Sophie fuhr erschrocken hoch. »Katrin?« Sie stand auf und lief zur Tür. »Was machst du denn hier? Ich dachte, du wärst bei –«

Katrin legte den Finger auf die Lippen. »Nicht so laut. Muss ja nicht jeder mitbekommen. Kann ich rein?«

Sophie trat zur Seite. »Ist ja auch dein Zimmer. Was ist passiert?«

»Nichts.« Katrin legte ihre Kleidung auf den Sessel und stieg in ihre Betthälfte. Sie zog sich die Bettdecke bis zum Hals. »Brr, war das jetzt kalt. Komm, leg dich wieder hin und kuschel dich an mich. Ich bin total durchgefroren.«

Grundsätzlich hatte Sophie nichts dagegen, ihre Freundin in den Arm zu nehmen, aber gerade kam es ihr seltsam vor. »Versteh mich nicht falsch, aber du –«

»Mein Gott, Sophie, das war ein Spaß. Komm einfach ins Bett. Ich bin müde.«

Sophie legte sich wieder auf ihre Bettseite und machte das Licht aus. Minutenlang war es still. Sie hörte wieder die Geräusche der Nacht, spürte, dass die Nachtluft deutlich kühler geworden war, hörte den unruhigen Atem von Katrin.

»Er war total nett, aber sein Geruch …«, flüsterte Katrin in die Dunkelheit.

»War nicht gut?«

»Doch, sehr gut. Zu gut. Er hat mich erinnert.«

Sophie wartete noch einen Moment, dann hörte sie das erste Schluchzen. Sekunden später drehte Katrin sich zu ihr, und Sophie nahm die weinende Freundin in den Arm. Sie hielt sie fest, streichelte ihr über die Haare, flüsterte ihr beruhigende Worte ins Ohr, bis Katrin in Sophies Armen einschlief wie ein kleines Kind.
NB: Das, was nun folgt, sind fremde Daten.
//! A thermistor given by points of resistance and temperature.

use super::ICE_KELVIN;
use crate::Error;
use crate::math::{MOST_STEPS, Real, ln, slopes};
use crate::range::Range;
use crate::signal::positive;

/// Most points that a table can hold.
pub const MOST_POINTS: usize = 24;

/// Points of a falling resistance, joined by a monotone cubic in ln R over 1/T: between two points the curve stays between
/// them, and points of one β law give that law.
///
/// Slopes by the weighted harmonic mean of F. N. Fritsch and J. Butland, SIAM J. Sci. Stat. Comput. 5 (1984) 300-304.
#[derive(Clone, Copy, Debug, PartialEq)]
#[cfg_attr(feature = "serde", derive(serde::Serialize, serde::Deserialize))]
pub struct Points<R = f64> {
    count: usize,
    celsius: [f64; MOST_POINTS],
    /// Falling, Ω.
    ohms: [R; MOST_POINTS],
    /// 1/T in 1/K, falling.
    reciprocals: [f64; MOST_POINTS],
    /// ln(R/Ω), falling.
    logs: [R; MOST_POINTS],
    slopes: [R; MOST_POINTS],
}

/// A step of the inverse, as a share of its interval, after which rounding is left.
const LAST_STEP: f64 = 1e-8;

/// Most steps of the inverse inside one interval: Newton, or halving where Newton leaves what is left of the interval.
const STEPS: usize = MOST_STEPS;

impl Points {
    /// Returns a table of (°C, Ω) pairs in rising order of temperature.
    ///
    /// # Errors
    /// `Error::OutOfRange` for fewer than 2 or more than 24 points, a temperature outside −273 °C to 1000 °C or a
    /// resistance that is not positive, `Error::NotFinite` for NaN or ±∞, `Error::Unfit` for temperatures that do not rise
    /// or resistances that do not fall.
    pub fn new(points: &[[f64; 2]]) -> Result<Self, Error> {
        Range::new("number of points", "", 2.0, MOST_POINTS as f64).check(points.len() as f64)?;
        let mut table = Self {
            count: points.len(),
            celsius: [0.0; MOST_POINTS],
            ohms: [1.0; MOST_POINTS],
            reciprocals: [0.0; MOST_POINTS],
            logs: [0.0; MOST_POINTS],
            slopes: [0.0; MOST_POINTS],
        };
        let cells = table.celsius.iter_mut().zip(&mut table.ohms).zip(&mut table.reciprocals);
        for (((t, r), x), [celsius, ohms]) in cells.zip(points) {
            (*t, *r, *x) = (*celsius, *ohms, 1.0 / (celsius + ICE_KELVIN));
        }
        table.check()?;
        Ok(table.with_slopes())
    }

    /// Checks the points, also those that were read as data.
    pub(super) fn check(&self) -> Result<(), Error> {
        Range::new("number of points", "", 2.0, MOST_POINTS as f64).check(self.count as f64)?;
        let mut last = [f64::NEG_INFINITY, f64::INFINITY];
        for (celsius, ohms) in self.points() {
            Range::new("temperature of a point", "°C", -273.0, 1000.0).check(celsius)?;
            positive("resistance of a point", "ohm", ohms)?;
            if celsius <= last[0] || ohms >= last[1] {
                return Err(Error::Unfit {
                    what: "the resistances of the points must fall while their temperatures rise",
                });
            }
            last = [celsius, ohms];
        }
        Ok(())
    }

    /// Temperature in °C at `ohms`; the caller has checked the range.
    pub(crate) fn celsius_from_ohms(&self, ohms: f64) -> f64 {
        self.celsius_in_steps(ohms).0
    }

    /// The same with the number of steps that it took inside its interval.
    #[inline]
    fn celsius_in_steps(&self, ohms: f64) -> (f64, usize) {
        let log = ln(ohms);
        let mut left = 0;
        for (i, y) in self.logs.iter().enumerate().take(self.count.saturating_sub(1)).skip(1) {
            if log <= *y {
                left = i;
            }
        }
        let interval = self.interval(left);
        // s = 1/T − 1/T₀ falls from 0 to `width`, ln R with it
        let (mut low, mut high) = (interval.width, 0.0);
        let mut s = interval.width * (log - interval.y0) / (interval.y1 - interval.y0);
        let mut steps = 0;
        while steps < STEPS {
            steps += 1;
            let (value, slope) = (interval.at(s), interval.slope(s));
            if value > log {
                high = s;
            } else {
                low = s;
            }
            let next = s - (value - log) / slope;
            let inside = next >= low && next <= high;
            let before = s;
            s = if inside { next } else { 0.5 * (low + high) };
            // Newton's steps double the digits: after one this small, rounding is left
            if inside && (s - before).abs() <= LAST_STEP * interval.width.abs() {
                break;
            }
        }
        (1.0 / (interval.x0 + s) - ICE_KELVIN, steps)
    }
}

/// One interval: ln R = y₀ + s (m₀ + s (c + s e)), s = 1/T − x₀.
struct Interval<R> {
    x0: f64,
    width: f64,
    y0: R,
    y1: R,
    m0: R,
    c: R,
    e: R,
}

impl<R: Real> Interval<R> {
    fn at(&self, s: R) -> R {
        self.y0 + s * (self.m0 + s * (self.c + s * self.e))
    }
}

impl Interval<f64> {
    fn slope(&self, s: f64) -> f64 {
        self.m0 + s * (2.0 * self.c + s * 3.0 * self.e)
    }
}

impl<R: Real> Points<R> {
    /// Visits the points in order: °C and Ω.
    pub fn points(&self) -> impl Iterator<Item = (f64, R)> + '_ {
        self.celsius.iter().copied().zip(self.ohms).take(self.count)
    }

    /// The same points with logarithms and slopes worked out.
    fn with_slopes(mut self) -> Self {
        self.logs = self.ohms.map(Real::ln);
        // falling 1/T: the slopes of −x are those of x with the other sign
        let rising = self.reciprocals.map(|x| -x);
        let n = self.count;
        if let (Some(x), Some(y), Some(m)) = (rising.get(..n), self.logs.get(..n), self.slopes.get_mut(..n)) {
            slopes(x, y, m);
            m.iter_mut().for_each(|m| *m = -*m);
        }
        self
    }

    pub(super) fn map<S: Real>(&self, mut f: impl FnMut(u8, R) -> S) -> Points<S> {
        let mut n = 0;
        Points {
            count: self.count,
            celsius: self.celsius,
            ohms: self.ohms.map(|r| {
                n += 1;
                if usize::from(n) <= self.count { f(n, r) } else { S::from_f64(1.0) }
            }),
            reciprocals: self.reciprocals,
            logs: [S::from_f64(0.0); MOST_POINTS],
            slopes: [S::from_f64(0.0); MOST_POINTS],
        }
        .with_slopes()
    }

    /// Returns the lowest and highest temperature, °C.
    #[must_use]
    pub fn range_celsius(&self) -> [f64; 2] {
        let inner = self.celsius.get(..self.count).unwrap_or(&[]);
        [inner.first().copied().unwrap_or(f64::NAN), inner.last().copied().unwrap_or(f64::NAN)]
    }

    fn interval(&self, left: usize) -> Interval<R> {
        let point = |i: usize| {
            let zero = R::from_f64(0.0);
            (
                self.reciprocals.get(i).copied().unwrap_or(0.0),
                self.logs.get(i).copied().unwrap_or(zero),
                self.slopes.get(i).copied().unwrap_or(zero),
            )
        };
        let ((x0, y0, m0), (x1, y1, m1)) = (point(left), point(left + 1));
        let h = R::from_f64(x1 - x0);
        let secant = (y1 - y0) / h;
        let e = (m0 + m1 - secant - secant) / (h * h);
        Interval { x0, width: x1 - x0, y0, y1, m0, c: (secant - m0) / h - e * h, e }
    }

    /// Resistance in Ω at `t` °C; the caller has checked the range.
    pub(crate) fn ohms_from_celsius(&self, t: R) -> R {
        let mut left = 0;
        for (i, start) in self.celsius.iter().enumerate().take(self.count.saturating_sub(1)).skip(1) {
            if t.value() >= *start {
                left = i;
            }
        }
        let interval = self.interval(left);
        let s = R::from_f64(1.0) / (t + R::from_f64(ICE_KELVIN)) - R::from_f64(interval.x0);
        interval.at(s).exp()
    }
}

#[cfg(test)]
mod tests {
    extern crate std;
    use super::*;

    #[test]
    fn steps_of_the_inverse() {
        // a table as makers print them (a 10 kohm thermistor every 10 K, from memory), and one of cliffs and shelves
        let printed = [
            [-40.0, 336_500.0],
            [-30.0, 177_200.0],
            [-20.0, 97_120.0],
            [-10.0, 55_340.0],
            [0.0, 32_660.0],
            [10.0, 19_900.0],
            [20.0, 12_490.0],
            [30.0, 8056.0],
            [40.0, 5325.0],
            [50.0, 3599.0],
            [60.0, 2486.0],
            [70.0, 1753.0],
            [85.0, 1071.0],
        ];
        let harsh = [[0.0, 1e5], [10.0, 9.99e4], [20.0, 1e3], [40.0, 999.0], [60.0, 10.0], [90.0, 9.0]];
        for (what, points, bound) in [("printed", &printed[..], 6), ("cliffs and shelves", &harsh[..], STEPS)] {
            let table = Points::new(points).expect("a table");
            let [low, high] = table.range_celsius();
            let dense = (0..=60_000).map(|i| table.ohms_from_celsius(low + (high - low) * f64::from(i) / 60_000.0));
            let at_points = points.iter().flat_map(|[_, r]| [*r, r.next_up(), r.next_down()]);
            let ohms = [points[0][1], points[points.len() - 1][1]];
            let inside = |r: &f64| (ohms[1]..=ohms[0]).contains(r);
            let most = dense.chain(at_points).filter(inside).map(|r| table.celsius_in_steps(r).1).max();
            std::println!("{what}: {most:?} steps");
            assert!(most <= Some(bound), "{what}: {most:?}");
        }
    }
}
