//! Every published form of a thermistor's curve behind one face.

use super::{Beta, ICE_KELVIN, Law, Linearising, LogarithmOfRatio, Points, ReciprocalOfTemperature};
use super::{celsius_from_ohms_beta, celsius_from_ohms_steinhart_hart};
use crate::Error;
use crate::math::{Real, exp, ln};
use crate::range::Range;
use crate::signal::{finite, positive};

/// A curve of a thermistor.
#[derive(Clone, Copy, Debug, PartialEq)]
#[non_exhaustive]
#[allow(clippy::large_enum_variant, reason = "plain data of one size, with no allocator to box it")]
pub enum Curve<R = f64> {
    /// Two or three constants.
    Law(Law<R>),
    /// Four terms, resistance from temperature.
    LogarithmOfRatio(LogarithmOfRatio<R>),
    /// Four terms, temperature from resistance.
    ReciprocalOfTemperature(ReciprocalOfTemperature<R>),
    /// Points.
    Points(Points<R>),
}

impl<R: Real> Curve<R> {
    /// Returns the lowest and highest temperature of the curve, °C.
    #[must_use]
    pub fn range_celsius(&self) -> [f64; 2] {
        match self {
            Self::Law(k) => k.range_celsius(),
            Self::LogarithmOfRatio(k) => k.range_celsius,
            Self::ReciprocalOfTemperature(k) => k.range_celsius,
            Self::Points(k) => k.range_celsius(),
        }
    }

    /// Resistance in Ω at `t` °C; the caller has checked the range.
    pub(crate) fn ohms_from_celsius(&self, t: R) -> R {
        match self {
            Self::Law(k) => k.ohms_from_celsius(t),
            Self::LogarithmOfRatio(k) => k.ohms_from_celsius(t),
            Self::ReciprocalOfTemperature(k) => k.ohms_from_celsius(t),
            Self::Points(k) => k.ohms_from_celsius(t),
        }
    }
}

impl Curve {
    /// Temperature in °C at `ohms`; the caller has checked the range.
    pub(crate) fn celsius_from_ohms(&self, ohms: f64) -> f64 {
        match self {
            Self::Law(Law::Beta(k)) => celsius_from_ohms_beta(k, ohms),
            Self::Law(Law::SteinhartHart(k)) => celsius_from_ohms_steinhart_hart(k, ohms),
            Self::LogarithmOfRatio(k) => k.celsius_from_ohms(ohms),
            Self::ReciprocalOfTemperature(k) => k.celsius_from_ohms(ohms),
            Self::Points(k) => k.celsius_from_ohms(ohms),
        }
    }

    pub(crate) fn check(&self) -> Result<(), Error> {
        let constants = match self {
            Self::Law(k) => return k.check(),
            Self::Points(_) => None,
            Self::LogarithmOfRatio(k) => Some((k.reference_ohms, [k.a, k.b, k.c, k.d])),
            Self::ReciprocalOfTemperature(k) => Some((k.reference_ohms, [k.a, k.b, k.c, k.d])),
        };
        if let Some((reference, terms)) = constants {
            positive("resistance to which the ratio refers", "ohm", reference)?;
            for k in terms {
                finite("coefficient of the thermistor", k)?;
            }
        }
        let [low, high] = self.range_celsius();
        Range::new("lowest temperature of the thermistor", "°C", -273.0, 1000.0).check(low)?;
        Range::new("highest temperature of the thermistor", "°C", low, 1000.0).check(high)?;
        // the resistance must fall all over the range, and the inverse must arrive
        let mut last = f64::INFINITY;
        for step in 0..=128 {
            let t = low + (high - low) * f64::from(step) / 128.0;
            let ohms = self.ohms_from_celsius(t);
            positive("resistance of the thermistor in its range", "ohm", ohms)?;
            let off = (self.celsius_from_ohms(ohms) - t).abs();
            if ohms >= last || off.is_nan() || off > 1e-9 {
                return Err(Error::Unfit { what: "the thermistor's curve does not fall steadily over its range" });
            }
            last = ohms;
        }
        Ok(())
    }
}

impl Beta {
    /// Returns the law through two points (°C, Ω): β = ln(R₁/R₂)/(1/T₁ − 1/T₂).
    ///
    /// # Errors
    /// `Error::NotFinite` or `Error::OutOfRange` for a temperature at or below −273 °C, a resistance that is not positive,
    /// or two points between which the resistance does not fall.
    /// # Source
    /// The definition of β; ranges of a printed table in tests/thermistor_forms.rs.
    pub fn through(first: [f64; 2], second: [f64; 2], range_celsius: [f64; 2]) -> Result<Self, Error> {
        let ([t1, r1], [t2, r2]) = (first, second);
        for (t, r) in [(t1, r1), (t2, r2)] {
            Range::new("temperature of a point", "°C", -273.0, 1000.0).check(t)?;
            positive("resistance of a point", "ohm", r)?;
        }
        let [k1, k2] = [t1, t2].map(|t| t + ICE_KELVIN);
        // 1/T₁ − 1/T₂ = (t₂ − t₁)/(T₁ T₂)
        let beta_kelvin = ln(r1 / r2) * k1 * k2 / (t2 - t1);
        positive("beta of the two points", "K", beta_kelvin)?;
        let r25_ohms = r1 * exp(beta_kelvin * (t1 - 25.0) / (298.15 * k1));
        Ok(Self { r25_ohms, beta_kelvin, range_celsius })
    }
}

/// A thermistor by any published curve, alone or with linearising resistors.
#[derive(Clone, Copy, Debug, PartialEq)]
pub struct CurveThermistor {
    curve: Curve,
    linearising: Linearising,
    ohms: Range,
}

impl CurveThermistor {
    /// Returns a thermistor with this curve.
    ///
    /// # Errors
    /// `Error::NotFinite` or `Error::OutOfRange` for a constant that is none, `Error::Unfit` for a curve whose resistance
    /// does not fall steadily over its range.
    pub fn new(curve: Curve) -> Result<Self, Error> {
        Self::with_resistors(curve, Linearising { parallel_ohms: None, series_ohms: 0.0 })
    }

    /// Returns a thermistor between linearising resistors; resistances are then those of the whole network.
    ///
    /// # Errors
    /// As [`new`](Self::new), and for a resistor that is no positive finite number.
    pub fn with_resistors(curve: Curve, linearising: Linearising) -> Result<Self, Error> {
        curve.check()?;
        linearising.check()?;
        let [most, least] = curve.range_celsius().map(|t| linearising.network_from_ohms(curve.ohms_from_celsius(t)));
        Ok(Self { curve, linearising, ohms: Range::new("resistance", "Ω", least, most) })
    }

    /// Returns the curve.
    #[must_use]
    pub const fn curve(&self) -> &Curve {
        &self.curve
    }

    /// Returns the resistors around the thermistor.
    #[must_use]
    pub const fn linearising(&self) -> &Linearising {
        &self.linearising
    }

    /// Returns the resistances that the curve covers, Ω; of the network where there are resistors.
    #[must_use]
    pub const fn ohms_range(&self) -> Range {
        self.ohms
    }

    /// Returns the temperature in °C at a resistance in Ω.
    ///
    /// # Accuracy
    /// Within 1e-9 K of the exact curve (tests/thermistor_forms.rs); with a parallel resistor, what the rounding of the
    /// network's resistance is worth where the resistor hides the thermistor.
    /// # Errors
    /// `Error::OutOfRange` outside [`ohms_range`](Self::ohms_range); `Error::NotFinite` for NaN or ±∞.
    pub fn celsius_from_ohms(&self, ohms: f64) -> Result<f64, Error> {
        Ok(self.curve.celsius_from_ohms(self.linearising.ohms_from_network(self.ohms.check(ohms)?)))
    }

    /// Returns the resistance in Ω at a temperature in °C.
    ///
    /// # Errors
    /// `Error::OutOfRange` outside the range of the curve; `Error::NotFinite` for NaN or ±∞.
    pub fn ohms_from_celsius(&self, celsius: f64) -> Result<f64, Error> {
        let [low, high] = self.curve.range_celsius();
        let t = Range::new("temperature", "°C", low, high).check(celsius)?;
        Ok(self.linearising.network_from_ohms(self.curve.ohms_from_celsius(t)))
    }
}
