//! Negative-temperature-coefficient thermistors.

mod four_terms;
mod law;
mod points;

pub use four_terms::{LogarithmOfRatio, ReciprocalOfTemperature};
pub use points::{MOST_POINTS, Points};

pub use law::{Beta, SteinhartHart};
pub(crate) use law::{celsius_from_ohms_beta, celsius_from_ohms_steinhart_hart};

use uom::si::electrical_resistance::ohm;
use uom::si::f64::{ElectricalResistance, ThermodynamicTemperature};
use uom::si::thermodynamic_temperature::degree_celsius;

use crate::Error;
use crate::range::Range;

/// The temperature in kelvin of 0 °C, exactly.
pub(crate) const ICE_KELVIN: f64 = 273.15;

/// The law of a thermistor.
#[derive(Clone, Copy, Debug, PartialEq)]
#[cfg_attr(feature = "serde", derive(serde::Serialize, serde::Deserialize))]
#[non_exhaustive]
#[allow(clippy::large_enum_variant, reason = "plain data of one size, with no allocator to box it")]
pub enum Law<R = f64> {
    /// Two constants.
    Beta(Beta<R>),
    /// Three constants.
    SteinhartHart(SteinhartHart<R>),
    /// Four terms, resistance from temperature.
    LogarithmOfRatio(LogarithmOfRatio<R>),
    /// Four terms, temperature from resistance.
    ReciprocalOfTemperature(ReciprocalOfTemperature<R>),
    /// Points.
    Points(Points<R>),
}

/// A thermistor with a checked law.
///
/// ```
/// use ohmwright::thermistor::{Beta, Law, Thermistor};
/// use uom::si::{electrical_resistance::kiloohm, f64::ElectricalResistance, thermodynamic_temperature::degree_celsius};
///
/// let law = Law::Beta(Beta { r25_ohms: 10e3, beta_kelvin: 3950.0, range_celsius: [-40.0, 125.0] });
/// let t = Thermistor::new(law)?.temperature(ElectricalResistance::new::<kiloohm>(10.0))?;
/// assert!((t.get::<degree_celsius>() - 25.0).abs() < 1e-9); // by definition of R25
/// # Ok::<(), ohmwright::Error>(())
/// ```
#[derive(Clone, Copy, Debug, PartialEq)]
#[cfg_attr(feature = "serde", derive(serde::Serialize, serde::Deserialize), serde(try_from = "Law", into = "Law"))]
pub struct Thermistor {
    law: Law,
    ohms: Range,
}

impl Thermistor {
    /// Returns a thermistor with this law.
    ///
    /// # Errors
    /// `Error::NotFinite` or `Error::OutOfRange` for constants that give no falling resistance over the stated range.
    pub fn new(law: Law) -> Result<Self, Error> {
        law.check()?;
        let [low, high] = law.range_celsius();
        let (most, least) = (law.ohms_from_celsius(low), law.ohms_from_celsius(high));
        Ok(Self { law, ohms: Range::new("resistance", "Ω", least, most) })
    }

    /// Returns the law.
    #[must_use]
    pub const fn law(&self) -> &Law {
        &self.law
    }

    /// Returns the resistances that the stated range covers, Ω.
    #[must_use]
    pub const fn ohms_range(&self) -> Range {
        self.ohms
    }

    /// Returns the temperature at which the thermistor has this resistance.
    ///
    /// # Accuracy
    /// Within 1e-9 K of the exact law over the stated range (tests/accuracy.rs).
    /// # Errors
    /// `Error::OutOfRange` outside [`ohms_range`](Self::ohms_range); `Error::NotFinite` for NaN or ±∞.
    pub fn temperature(&self, resistance: ElectricalResistance) -> Result<ThermodynamicTemperature, Error> {
        self.celsius_from_ohms(resistance.get::<ohm>()).map(ThermodynamicTemperature::new::<degree_celsius>)
    }

    /// Returns the resistance of the thermistor at this temperature.
    ///
    /// # Errors
    /// `Error::OutOfRange` outside the stated range; `Error::NotFinite` for NaN or ±∞.
    pub fn resistance(&self, temperature: ThermodynamicTemperature) -> Result<ElectricalResistance, Error> {
        self.ohms_from_celsius(temperature.get::<degree_celsius>()).map(ElectricalResistance::new::<ohm>)
    }

    /// Returns the temperature in °C at a resistance in Ω.
    ///
    /// # Errors
    /// `Error::OutOfRange` outside [`ohms_range`](Self::ohms_range); `Error::NotFinite` for NaN or ±∞.
    pub fn celsius_from_ohms(&self, ohms: f64) -> Result<f64, Error> {
        Ok(self.law.celsius_from_ohms(self.ohms.check(ohms)?))
    }

    /// Returns the resistance in Ω at a temperature in °C.
    ///
    /// # Errors
    /// `Error::OutOfRange` outside the stated range; `Error::NotFinite` for NaN or ±∞.
    pub fn ohms_from_celsius(&self, celsius: f64) -> Result<f64, Error> {
        let [low, high] = self.law.range_celsius();
        let t = Range::new("temperature", "°C", low, high).check(celsius)?;
        Ok(self.law.ohms_from_celsius(t))
    }
}

impl TryFrom<Law> for Thermistor {
    type Error = Error;
    fn try_from(law: Law) -> Result<Self, Error> {
        Self::new(law)
    }
}

impl From<Thermistor> for Law {
    fn from(thermistor: Thermistor) -> Self {
        thermistor.law
    }
}
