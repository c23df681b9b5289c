//! The general bridge: four arms of any resistance, their leads, the supply's leads and the load, as one stage.
//!
//! Arms 1-4 in ring order; 1 and 4 join at the negative supply, 2 and 3 at the positive. The output is taken from the
//! node between 1 and 2 (a) against the node between 3 and 4 (b), so unloaded
//! output/supply = R₁/(R₁+R₂) − R₄/(R₃+R₄), and tension in arm 1 or 3 reads positive.

use super::amplifier::{Amplifier, Load, Terminals};
use super::determinant::determinant;
use super::{Leads, Pair, Wires, finite, positive};
use crate::Error;
use crate::math::Real;
use crate::parameter::Parameter;

/// Which strain an active arm sees.
#[derive(Clone, Copy, Debug, PartialEq, Eq)]
#[cfg_attr(feature = "serde", derive(serde::Serialize, serde::Deserialize))]
#[non_exhaustive]
pub enum Driven {
    /// A multiple of the wanted strain.
    Along,
    /// A multiple of Poisson's ratio times the wanted strain.
    Across,
}

/// What one arm is.
#[derive(Clone, Copy, Debug, PartialEq)]
#[cfg_attr(feature = "serde", derive(serde::Serialize, serde::Deserialize))]
#[non_exhaustive]
pub enum Arm<R = f64> {
    /// A gauge that sees `factor` times the wanted strain, or that times Poisson's ratio; it feels temperature.
    Active {
        /// Signed multiple: 1 in the wanted direction.
        factor: R,
        /// Which strain.
        driven: Driven,
    },
    /// A gauge that feels temperature but no strain.
    Dummy,
    /// A fixed resistor.
    Fixed,
}

/// Where a shunt resistor is connected.
#[derive(Clone, Copy, Debug, PartialEq, Eq)]
#[cfg_attr(feature = "serde", derive(serde::Serialize, serde::Deserialize))]
#[non_exhaustive]
pub enum Place {
    /// Across the arm's own resistance, inside its leads.
    Gauge,
    /// At the instrument: across a fixed resistor itself; for a gauge arm, from the far end of its signal wire to the
    /// supply terminal, outside all leads.
    Instrument,
}

/// A resistor across one arm, as in a shunt calibration.
#[derive(Clone, Copy, Debug, PartialEq)]
#[cfg_attr(feature = "serde", derive(serde::Serialize, serde::Deserialize))]
pub struct Shunt<R = f64> {
    /// The arm, 1..=4.
    pub arm: u8,
    /// Its resistance, Ω.
    pub ohms: R,
    /// Where it is connected.
    pub place: Place,
}

/// A bridge as it was wired.
#[derive(Clone, Copy, Debug, PartialEq)]
#[cfg_attr(feature = "serde", derive(serde::Serialize, serde::Deserialize))]
pub struct Bridge<R = f64> {
    /// Resistances of the four arms at zero strain, leads left out, Ω.
    pub resistances: [R; 4],
    /// What each arm is.
    pub arms: [Arm<R>; 4],
    /// Poisson's ratio for arms that are driven across.
    pub poisson: R,
    /// Leads of the gauge arms; `None` = negligible.
    pub leads: Option<Leads<R>>,
    /// Whether arm 2 was made up with the leads in place: R₂ grows by the leads of a two-wire gauge.
    pub balanced: bool,
    /// Supply leads, Ω: positive, negative.
    pub supply_leads: Pair<R>,
    /// Signal leads, Ω: of the node between arms 1 and 2, of the node between 3 and 4.
    pub signal_leads: Pair<R>,
    /// Whether the supply is measured at the bridge, behind its leads.
    pub sensed: bool,
    /// Resistance between the far ends of the signal leads, Ω; `None` = no load.
    pub input_resistance: Option<R>,
    /// A shunt across one arm; `None` = none.
    pub shunt: Option<Shunt<R>>,
}

/// Output and supply as numerator and denominator at one state of the arms.
pub(crate) struct Transfer<R> {
    pub(crate) numerator: R,
    pub(crate) denominator: R,
}

/// Output/supply as two multilinear forms of the four relative changes δ: Σ n_S Πδ / Σ d_S Πδ, S a set of arms as bits.
pub(crate) struct Expansion<R> {
    pub(crate) numerator: [R; 16],
    pub(crate) denominator: [R; 16],
}

/// Places of the network that leads are in: arms 1 and 2, both signal leads, both supply leads.
pub(crate) const MOST_LEADS: usize = 6;

/// One Kirchhoff equation over (v_a, v_b, i₂, i₃) and its right-hand side.
#[derive(Clone, Copy)]
struct Row<R> {
    left: [R; 4],
    right: R,
}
Sophie lag noch lange wach, lauschte in die Stille der Dunkelheit und auf ihre Freundin und hörte wieder ihr eigenes Herz schlagen. Die Haut des jungen Weinbauers roch also so ähnlich wie jene von Katrins großer Liebe … Während sie den ganzen Tag über Rebsorten und das Terroir am Bodensee und über die verschiedenen Nuancen von Wein gesprochen hatten, hatte diese Erinnerung im Verborgenen vor ihnen gelegen, ohne dass sie das geahnt hätten. Wie oft im Leben war das wohl so?